» Your task: Please restate the data exactly, from the first line to the last.

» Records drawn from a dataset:
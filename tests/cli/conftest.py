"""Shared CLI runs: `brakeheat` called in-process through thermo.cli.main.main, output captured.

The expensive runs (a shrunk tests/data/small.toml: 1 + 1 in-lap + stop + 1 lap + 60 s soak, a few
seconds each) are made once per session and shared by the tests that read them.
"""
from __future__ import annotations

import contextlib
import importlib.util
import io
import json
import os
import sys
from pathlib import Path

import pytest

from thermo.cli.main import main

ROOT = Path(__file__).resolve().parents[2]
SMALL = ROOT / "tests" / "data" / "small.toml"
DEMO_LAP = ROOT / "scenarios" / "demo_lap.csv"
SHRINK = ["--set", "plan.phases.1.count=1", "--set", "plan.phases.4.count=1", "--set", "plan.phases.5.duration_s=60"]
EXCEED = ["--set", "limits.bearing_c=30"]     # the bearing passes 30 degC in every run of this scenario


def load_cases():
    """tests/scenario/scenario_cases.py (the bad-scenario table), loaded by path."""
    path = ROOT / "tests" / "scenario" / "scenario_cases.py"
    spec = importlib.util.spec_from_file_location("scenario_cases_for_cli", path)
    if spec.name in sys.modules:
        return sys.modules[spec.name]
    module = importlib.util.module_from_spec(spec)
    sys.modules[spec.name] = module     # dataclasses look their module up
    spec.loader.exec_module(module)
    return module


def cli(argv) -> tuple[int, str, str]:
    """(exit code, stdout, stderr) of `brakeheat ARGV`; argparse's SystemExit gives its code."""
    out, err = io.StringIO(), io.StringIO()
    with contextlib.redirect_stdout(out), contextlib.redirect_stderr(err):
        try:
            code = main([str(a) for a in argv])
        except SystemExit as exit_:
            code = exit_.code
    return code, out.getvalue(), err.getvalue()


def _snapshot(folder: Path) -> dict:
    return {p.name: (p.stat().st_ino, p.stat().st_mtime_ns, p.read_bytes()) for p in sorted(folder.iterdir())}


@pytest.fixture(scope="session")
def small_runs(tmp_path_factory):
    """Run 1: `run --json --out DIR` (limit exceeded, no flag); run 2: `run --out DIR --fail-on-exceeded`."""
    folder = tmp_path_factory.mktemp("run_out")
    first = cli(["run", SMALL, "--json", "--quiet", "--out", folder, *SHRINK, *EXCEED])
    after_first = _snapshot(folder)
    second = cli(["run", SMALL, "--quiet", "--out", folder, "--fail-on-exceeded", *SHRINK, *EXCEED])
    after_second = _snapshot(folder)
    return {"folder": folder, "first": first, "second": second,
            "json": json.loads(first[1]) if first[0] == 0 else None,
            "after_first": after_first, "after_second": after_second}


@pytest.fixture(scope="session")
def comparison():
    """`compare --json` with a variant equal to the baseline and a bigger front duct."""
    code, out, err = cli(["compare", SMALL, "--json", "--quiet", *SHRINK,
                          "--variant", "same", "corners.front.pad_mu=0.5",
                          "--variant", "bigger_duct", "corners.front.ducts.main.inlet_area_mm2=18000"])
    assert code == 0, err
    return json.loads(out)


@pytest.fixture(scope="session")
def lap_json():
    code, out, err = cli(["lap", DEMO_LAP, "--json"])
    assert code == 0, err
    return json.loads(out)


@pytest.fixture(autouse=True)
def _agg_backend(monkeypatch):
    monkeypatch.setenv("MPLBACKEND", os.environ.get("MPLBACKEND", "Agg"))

» Result of the exercise:
filename tests/cli/conftest.py
"""Shared CLI runs: `brakeheat` called in-process through thermo.cli.main.main, output captured.

The expensive runs (a shrunk tests/data/small.toml: 1 + 1 in-lap + stop + 1 lap + 60 s soak, a few
seconds each) are made once per session and shared by the tests that read them.
"""
from __future__ import annotations

import contextlib
import importlib.util
import io
import json
import os
import sys
from pathlib import Path

import pytest

from thermo.cli.main import main

ROOT = Path(__file__).resolve().parents[2]
SMALL = ROOT / "tests" / "data" / "small.toml"
DEMO_LAP = ROOT / "scenarios" / "demo_lap.csv"
SHRINK = ["--set", "plan.phases.1.count=1", "--set", "plan.phases.4.count=1", "--set", "plan.phases.5.duration_s=60"]
EXCEED = ["--set", "limits.bearing_c=30"]     # the bearing passes 30 degC in every run of this scenario


def load_cases():
    """tests/scenario/scenario_cases.py (the bad-scenario table), loaded by path."""
    path = ROOT / "tests" / "scenario" / "scenario_cases.py"
    spec = importlib.util.spec_from_file_location("scenario_cases_for_cli", path)
    if spec.name in sys.modules:
        return sys.modules[spec.name]
    module = importlib.util.module_from_spec(spec)
    sys.modules[spec.name] = module     # dataclasses look their module up
    spec.loader.exec_module(module)
    return module


def cli(argv) -> tuple[int, str, str]:
    """(exit code, stdout, stderr) of `brakeheat ARGV`; argparse's SystemExit gives its code."""
    out, err = io.StringIO(), io.StringIO()
    with contextlib.redirect_stdout(out), contextlib.redirect_stderr(err):
        try:
            code = main([str(a) for a in argv])
        except SystemExit as exit_:
            code = exit_.code
    return code, out.getvalue(), err.getvalue()


def _snapshot(folder: Path) -> dict:
    return {p.name: (p.stat().st_ino, p.stat().st_mtime_ns, p.read_bytes()) for p in sorted(folder.iterdir())}


@pytest.fixture(scope="session")
def small_runs(tmp_path_factory):
    """Run 1: `run --json --out DIR` (limit exceeded, no flag); run 2: `run --out DIR --fail-on-exceeded`."""
    folder = tmp_path_factory.mktemp("run_out")
    first = cli(["run", SMALL, "--json", "--quiet", "--out", folder, *SHRINK, *EXCEED])
    after_first = _snapshot(folder)
    second = cli(["run", SMALL, "--quiet", "--out", folder, "--fail-on-exceeded", *SHRINK, *EXCEED])
    after_second = _snapshot(folder)
    return {"folder": folder, "first": first, "second": second,
            "json": json.loads(first[1]) if first[0] == 0 else None,
            "after_first": after_first, "after_second": after_second}


@pytest.fixture(scope="session")
def comparison():
    """`compare --json` with a variant equal to the baseline and a bigger front duct."""
    code, out, err = cli(["compare", SMALL, "--json", "--quiet", *SHRINK,
                          "--variant", "same", "corners.front.pad_mu=0.5",
                          "--variant", "bigger_duct", "corners.front.ducts.main.inlet_area_mm2=18000"])
    assert code == 0, err
    return json.loads(out)


@pytest.fixture(scope="session")
def lap_json():
    code, out, err = cli(["lap", DEMO_LAP, "--json"])
    assert code == 0, err
    return json.loads(out)


@pytest.fixture(autouse=True)
def _agg_backend(monkeypatch):
    monkeypatch.setenv("MPLBACKEND", os.environ.get("MPLBACKEND", "Agg"))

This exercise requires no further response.